# Sagging garage



## bdisking (Apr 3, 2014)

I have an old garage from around 1900 and it is sinking mainly on one side. But it has no concrete foundation it is just wood flat on the ground.it is a big garage 30feet by 20 feet and 2 story's tall. First thing is how do I get it level then how do I keep it supported. Any help would be great thanks.


----------



## nealtw (Apr 3, 2014)

Welcome to the site.  We will need to know how it is constucted and there will be lots of question before you get answers to this. Can you post some picture.
It is important to figure out if it is built like a house or like a barn, how the upper floor is attached and supported and how bad it has sagged.


----------



## Wuzzat? (Apr 3, 2014)

bdisking said:


> then how do I keep it supported


http://www.google.com/search?q=heli...lue.com%2Ffoundation-helical-pier.htm;300;462
?

You'll need to estimate or calculate the weight of this building.  20 x 30 x 120 lbs/SF(?) = 72,000 lbs = 36 tons, so each corner weighs 9 tons.  
$75 and up for a bottle jack.  

How far do you need to lift it?  If it's 1 ft and you can somehow put 1 hp into this jack handle then it'll take you 30 seconds.
Take at least an hour and check frequently if the building walls are being twisted out of shape.  Taking several days is probably safer.


----------



## carnuck (Apr 11, 2014)

How are the timbers inside? Is it dirt floor?


----------



## bdisking (Apr 12, 2014)

The sill plates are like a 4x4, studs are 2x4 I haven't tore up any floor boards to see how its built but I can if needed


----------



## Wuzzat? (Apr 12, 2014)

If the sill plates are bent from decay or structural failure then you have real problems and even if they're not a 9 ton concentrated load or a 9 ton distributed load will bend a 4x4 that is not uniformly supported by the ground.

This thing should be raised by at least three jacks with one at the corner.  But, if you sight along the sill plates and they're high in the middle it's the corners where the soil has subsided.

Since there's no drywall you can see everything and make a pretty good estimate of the weight of this structure.  
A default value for the density of softwood is 35 lbs/cu ft.  How many pieces of what length and width and depth are there?

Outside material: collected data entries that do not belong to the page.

//! Simpler operations with the same meaning.
//!
//! Rounding may differ from the formula as written, never from one machine or lane count to another: what is
//! simplified is fixed when the graph is built. A value that is not finite as written (a density at a point
//! outside its support, a number that cannot be computed) is never made finite by leaving a guard out: guards
//! are moved, not dropped.

mod sum;

use super::graph::{Graph, Node};
use super::shape::Shape;
use crate::laws::{Algebra, Value};
use crate::maths::{Binary, Ternary, Unary};

pub(super) use sum::sum;

/// Whether a value is 0 or 1 by the way it is made.
fn is_condition(g: &Graph, v: Value) -> bool {
    match g.node(v) {
        Node::Unary(Unary::Not, _) => true,
        Node::Binary(op, ..) => matches!(
            op,
            Binary::Less
                | Binary::LessEqual
                | Binary::Equal
                | Binary::NotEqual
                | Binary::And
                | Binary::Or
        ),
        _ => g
            .known_values(v)
            .is_some_and(|values| values.iter().all(|x| *x == 0.0 || *x == 1.0)),
    }
}

/// The one number that a known value holds in all its elements.
fn uniform(g: &Graph, v: Value) -> Option<f64> {
    let values = g.known_values(v)?;
    let first = *values.first()?;
    values
        .iter()
        .all(|x| x.to_bits() == first.to_bits())
        .then_some(first)
}

fn same_shape(g: &Graph, a: Value, b: Value) -> bool {
    g.shape_of(a) == g.shape_of(b)
}

/// Vectors of one known number become that number where another operand keeps the shape.
fn narrowed(g: &mut Graph, operands: &mut [Value]) {
    for at in 0..operands.len() {
        let v = operands[at];
        let kept = operands
            .iter()
            .enumerate()
            .any(|(i, &other)| i != at && same_shape(g, other, v));
        if !g.is_number(v)
            && kept
            && let Some(x) = uniform(g, v)
        {
            operands[at] = Algebra::constant(g, x);
        }
    }
}

pub(super) fn unary(g: &mut Graph, op: Unary, a: Value) -> Value {
    if g.known_values(a).is_some() {
        return g.plain_unary(op, a);
    }
    match (op, g.node(a)) {
        (Unary::Negate, Node::Unary(Unary::Negate, x)) => return x,
        (Unary::Negate, Node::Binary(Binary::Subtract, x, y)) => return g.subtract(y, x),
        (Unary::Square, Node::Unary(Unary::Negate | Unary::Absolute, x)) => {
            return unary(g, Unary::Square, x);
        }
        (Unary::Absolute, Node::Unary(Unary::Negate, x)) => return unary(g, Unary::Absolute, x),
        (Unary::Absolute, Node::Unary(Unary::Absolute | Unary::Square | Unary::Exp, _)) => {
            return a;
        }
        (Unary::Sqrt, Node::Unary(Unary::Square, x)) => return unary(g, Unary::Absolute, x),
        (Unary::Not, Node::Unary(Unary::Not, x)) if is_condition(g, x) => return x,
        (Unary::Ln, Node::Unary(Unary::Exp, x)) => return x,
        (Unary::Ln, Node::Unary(Unary::Logistic, x)) => return minus_softplus_of_minus(g, x),
        (Unary::Ln, Node::Ternary(Ternary::Select, c, x, y))
            if falls_to_ln(g, x) && falls_to_ln(g, y) =>
        {
            let (x, y) = (unary(g, Unary::Ln, x), unary(g, Unary::Ln, y));
            return g.select(c, x, y);
        }
        (Unary::Ln, Node::Binary(Binary::Add, x, y)) => {
            if let Some(z) = one_and_exp(g, x, y).or_else(|| one_and_exp(g, y, x)) {
                return unary(g, Unary::Softplus, z);
            }
        }
        (Unary::Log1p, Node::Unary(Unary::Exp, x)) => return unary(g, Unary::Softplus, x),
        (Unary::Log1p, Node::Unary(Unary::Negate, share)) => {
            if let Node::Unary(Unary::Logistic, x) = g.node(share) {
                let softplus = unary(g, Unary::Softplus, x);
                return unary(g, Unary::Negate, softplus);
            }
        }
        _ => {}
    }
    g.plain_unary(op, a)
}

/// ln of the value is at hand.
fn falls_to_ln(g: &Graph, v: Value) -> bool {
    matches!(g.node(v), Node::Unary(Unary::Exp, _)) || g.known_values(v).is_some()
}

/// z, where the two values are 1 and e^z.
fn one_and_exp(g: &Graph, one: Value, exp: Value) -> Option<Value> {
    match g.node(exp) {
        Node::Unary(Unary::Exp, z) if g.known_number(one) == Some(1.0) => Some(z),
        _ => None,
    }
}

/// ln of the logistic function.
fn minus_softplus_of_minus(g: &mut Graph, x: Value) -> Value {
    let minus = unary(g, Unary::Negate, x);
    let softplus = unary(g, Unary::Softplus, minus);
    unary(g, Unary::Negate, softplus)
}

pub(super) fn binary(g: &mut Graph, op: Binary, a: Value, b: Value) -> Value {
    let mut operands = [a, b];
    narrowed(g, &mut operands);
    let [mut a, mut b] = operands;
    let commutes = matches!(
        op,
        Binary::Add
            | Binary::Multiply
            | Binary::And
            | Binary::Or
            | Binary::Equal
            | Binary::NotEqual
    );
    if commutes && (g.known_values(a).is_some(), a) > (g.known_values(b).is_some(), b) {
        (a, b) = (b, a);
    }
    if g.known_values(a).is_some() && g.known_values(b).is_some() {
        return g.plain_binary(op, a, b);
    }
    let simpler = match op {
        Binary::Add => add(g, a, b),
        Binary::Subtract => subtract(g, a, b),
        Binary::Multiply => multiply(g, a, b),
        Binary::Divide => divide(g, a, b),
        Binary::Power => power(g, a, b),
        Binary::And | Binary::Or => both(g, op, a, b),
        Binary::Less if inside_its_range(g, a, b) => Some(always(g, a, b)),
        _ => None,
    };
    simpler.unwrap_or_else(|| g.plain_binary(op, a, b))
}

/// 0 < e^z, 0 < logistic(z) and logistic(z) < 1, which hold for every number z, though the doubles nearest to
/// these values reach the ends. A law with infinite density at an end keeps the mass there that no double of its
/// own is left for: its log density is worked out from z.
fn inside_its_range(g: &Graph, a: Value, b: Value) -> bool {
    let number = |v: Value| g.known_number(v);
    match (g.node(a), g.node(b)) {
        (_, Node::Unary(Unary::Exp | Unary::Logistic, _)) => number(a) == Some(0.0),
        (Node::Unary(Unary::Logistic, _), _) => number(b) == Some(1.0),
        _ => false,
    }
}

/// 1, in the shape of a comparison of the two.
fn always(g: &mut Graph, a: Value, b: Value) -> Value {
    let shape = if g.is_number(a) {
        g.shape_of(b)
    } else {
        g.shape_of(a)
    };
    match shape.clone() {
        Shape::Number => Algebra::constant(g, 1.0),
        Shape::Vector(axis) => {
            let ones = vec![1.0; axis.len];
            g.data(axis, ones.into())
        }
    }
}

/// The known operand, if any, stands second.
fn add(g: &mut Graph, a: Value, b: Value) -> Option<Value> {
    if g.known_number(b) == Some(0.0) {
        return Some(a);
    }
    if let Node::Unary(Unary::Negate, x) = g.node(b) {
        return Some(g.subtract(a, x));
    }
    if let Node::Unary(Unary::Negate, x) = g.node(a) {
        return Some(g.subtract(b, x));
    }
    None
}

fn subtract(g: &mut Graph, a: Value, b: Value) -> Option<Value> {
    if g.known_number(b) == Some(0.0) {
        return Some(a);
    }
    if g.known_number(a) == Some(0.0) {
        return Some(unary(g, Unary::Negate, b));
    }
    if let Node::Unary(Unary::Negate, x) = g.node(b) {
        return Some(g.add_values(a, x));
    }
    None
}

fn multiply(g: &mut Graph, a: Value, b: Value) -> Option<Value> {
    if a == b {
        return Some(unary(g, Unary::Square, a));
    }
    if let Some(k) = g.known_number(b) {
        if k == 1.0 {
            return Some(a);
        }
        if k == -1.0 {
            return Some(unary(g, Unary::Negate, a));
        }
        if let Node::Unary(Unary::Negate, x) = g.node(a) {
            let k = Algebra::constant(g, -k);
            return Some(g.multiply(x, k));
        }
    }
    match (g.node(a), g.node(b)) {
        (Node::Unary(Unary::Negate, x), Node::Unary(Unary::Negate, y)) => {
            return Some(g.multiply(x, y));
        }
        // The sign is moved outside, where sums take it off.
        (Node::Unary(Unary::Negate, x), _) => {
            let product = g.multiply(x, b);
            return Some(unary(g, Unary::Negate, product));
        }
        (_, Node::Unary(Unary::Negate, y)) => {
            let product = g.multiply(a, y);
            return Some(unary(g, Unary::Negate, product));
        }
        _ => {}
    }
    regroup(g, Binary::Multiply, a, b).or_else(|| regroup(g, Binary::Multiply, b, a))
}

fn divide(g: &mut Graph, a: Value, b: Value) -> Option<Value> {
    if let Some(k) = g.known_number(b) {
        if k == 1.0 {
            return Some(a);
        }
        // Division by a power of two is exact either way.
        let reciprocal = 1.0 / k;
        let power_of_two =
            k.to_bits() & ((1 << 52) - 1) == 0 && k.is_normal() && reciprocal.is_normal();
        if power_of_two {
            let reciprocal = Algebra::constant(g, reciprocal);
            return Some(g.multiply(a, reciprocal));
        }
    }
    if let Node::Unary(Unary::Negate, x) = g.node(a) {
        let quotient = g.divide(x, b);
        return Some(unary(g, Unary::Negate, quotient));
    }
    regroup(g, Binary::Divide, a, b)
}

/// (x * c) * b as x * (c * b), and the like with quotients, where c and b together are known from data alone
/// or are numbers beside a vector x: worked out once, or outside the loop over rows.
fn regroup(g: &mut Graph, op: Binary, a: Value, b: Value) -> Option<Value> {
    match g.node(a) {
        Node::Binary(Binary::Multiply, x, c) => regroup_parts(g, op, Binary::Multiply, [x, c, b])
            .or_else(|| regroup_parts(g, op, Binary::Multiply, [c, x, b])),
        Node::Binary(Binary::Divide, x, c) => regroup_parts(g, op, Binary::Divide, [x, c, b]),
        _ => None,
    }
}

fn regroup_parts(g: &mut Graph, op: Binary, inner: Binary, [x, c, b]: [Value; 3]) -> Option<Value> {
    let known = |v: Value| g.known_values(v).is_some();
    let lifts = (known(c) && known(b) && !known(x))
        || (g.is_number(c) && g.is_number(b) && !g.is_number(x));
    if !lifts {
        return None;
    }
    let (outer, factor) = match (inner, op) {
        (Binary::Multiply, _) => (Binary::Multiply, g.binary(op, c, b)),
        (_, Binary::Multiply) => (Binary::Multiply, g.binary(Binary::Divide, b, c)),
        _ => (Binary::Divide, g.binary(Binary::Multiply, c, b)),
    };
    // Not where the factor alone leaves the range of numbers.
    if let Some(values) = g.known_values(factor)
        && !values.iter().all(|f| f.is_normal())
    {
        return None;
    }
    Some(g.binary(outer, x, factor))
}

fn power(g: &mut Graph, a: Value, b: Value) -> Option<Value> {
    if let Node::Unary(Unary::Exp, x) = g.node(a) {
        let product = g.multiply(x, b);
        return Some(unary(g, Unary::Exp, product));
    }
    let k = g.known_number(b)?;
    let over = |g: &mut Graph, v: Value| {
        let one = Algebra::constant(g, 1.0);
        g.divide(one, v)
    };
    Some(if k == 1.0 {
        a
    } else if k == 2.0 {
        unary(g, Unary::Square, a)
    } else if k == 3.0 {
        let square = unary(g, Unary::Square, a);
        g.multiply(a, square)
    } else if k == 4.0 {
        let square = unary(g, Unary::Square, a);
        unary(g, Unary::Square, square)
    } else if k == 0.5 {
        unary(g, Unary::Sqrt, a)
    } else if k == -0.5 {
        let root = unary(g, Unary::Sqrt, a);
        over(g, root)
    } else if k == -1.0 {
        over(g, a)
    } else if k == -2.0 {
        let square = unary(g, Unary::Square, a);
        over(g, square)
    } else {
        return None;
    })
}

/// The known operand, if any, stands second.
fn both(g: &mut Graph, op: Binary, a: Value, b: Value) -> Option<Value> {
    if a == b && is_condition(g, a) {
        return Some(a);
    }
    let k = g.known_number(b)?;
    let decides = if op == Binary::And {
        k == 0.0
    } else {
        k != 0.0
    };
    if decides && g.is_number(a) {
        return Some(Algebra::constant(
            g,
            if op == Binary::And { 0.0 } else { 1.0 },
        ));
    }
    (!decides && is_condition(g, a)).then_some(a)
}

pub(super) fn ternary(g: &mut Graph, op: Ternary, a: Value, b: Value, c: Value) -> Value {
    let mut operands = [a, b, c];
    narrowed(g, &mut operands);
    let [a, b, c] = operands;
    if op != Ternary::Select {
        return g.plain_ternary(op, a, b, c);
    }
    let widest = |g: &Graph, v: Value| {
        [a, b, c]
            .iter()
            .all(|&other| g.is_number(other) || same_shape(g, other, v))
    };
    if let Some(known) = g.known_number(a) {
        let chosen = if known != 0.0 { b } else { c };
        if widest(g, chosen) {
            return chosen;
        }
    }
    if b == c && widest(g, b) {
        return b;
    }
    if let Node::Unary(Unary::Not, condition) = g.node(a) {
        return ternary(g, op, condition, c, b);
    }
    if let Node::Ternary(Ternary::Select, condition, inner, _) = g.node(b)
        && condition == a
        && same_shape(g, inner, b)
    {
        return ternary(g, op, a, inner, c);
    }
    g.plain_ternary(op, a, b, c)
}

As to cause, maybe you can find it here
http://en.wikipedia.org/wiki/Subsidence


----------



## nealtw (Apr 13, 2014)

I would be surprized if this thing stude here for that many years with out a foundation, I would like to see you dig around a little and see what's under there.
You will likey have some bad floor joists under the floor too, if it's built close to the ground.
The fix for one side goes something like this.
Remove enough floor sheeting to dig down and install a concrete footing about 18" square and eight inches deep on solid undisturbed soil, how ever deep that is.
Do this at each end of the wall and in the middle of the wall.
If the corners of the building are level with each other, build cribbing on the corner footing to about 2ft above the floor.
You build 2 beams out of something like 4  2x12 long enough to reach from the corner to the center where the jack will be.
In the center you place the jack with about a 2ft peice of 6x6 steel H beam with a cradle welded to it to fit the top of the jack to keep it centered while jacking.
On top of that fits the two beams. You set the jack height so the beam is reasonable the same height from the floor above and build a temp wall from the beam to the floor above.
With angle braces on the wall from high to low so it won't rack and braces from the new wall to old wall and from new wall on an angle to the floor above.
In other words you brace the crap out of it so everything stays together when it is being lifted.
If you find rotton floor joist or you are afraid they won't go up with the rest of the building you tie the two floors together with more braces.
The one thing about hydrolic jacks is, if it's not big enough it won't lift it.
You also set up two spots where you can shim as you go so if you have to reposition or you have a failure, you have captured all gains.


----------



## Wuzzat? (Apr 13, 2014)

^do what he wrote. . .

Today I have learned a new word.
http://en.wikipedia.org/wiki/Box_crib


----------



## bdisking (Apr 14, 2014)

This is how it looks underneath all the wood looks surprisingly good except what you see at the top of the picture were the sill is rotted out only on the side that is sagging.


----------



## nealtw (Apr 14, 2014)

Is the photo from the back or from under the window?


----------



## bdisking (Apr 14, 2014)

Under the window


----------



## nealtw (Apr 14, 2014)

Ok that's just wrong, I have lost faith in the oldtimers that built this.
You have the weight of 1/4 of the roof, 1/4 of the upper floor, 1/4 of the lower floor and 1/2 of the wall all held up by the outside floor joists.
Jacking it up would be the same but longer as these peices will have to bend back to place so lifting may be as slow as 1/8 to 1/4 inch per day.
Once up you would be able to work on the foundation and any repairs along that side.
Then you might consider the same proceedure for the rest of the walls with some other considerations.


----------



## Wuzzat? (Apr 15, 2014)

nealtw said:


> so lifting may be as slow as 1/8 to 1/4 inch per day.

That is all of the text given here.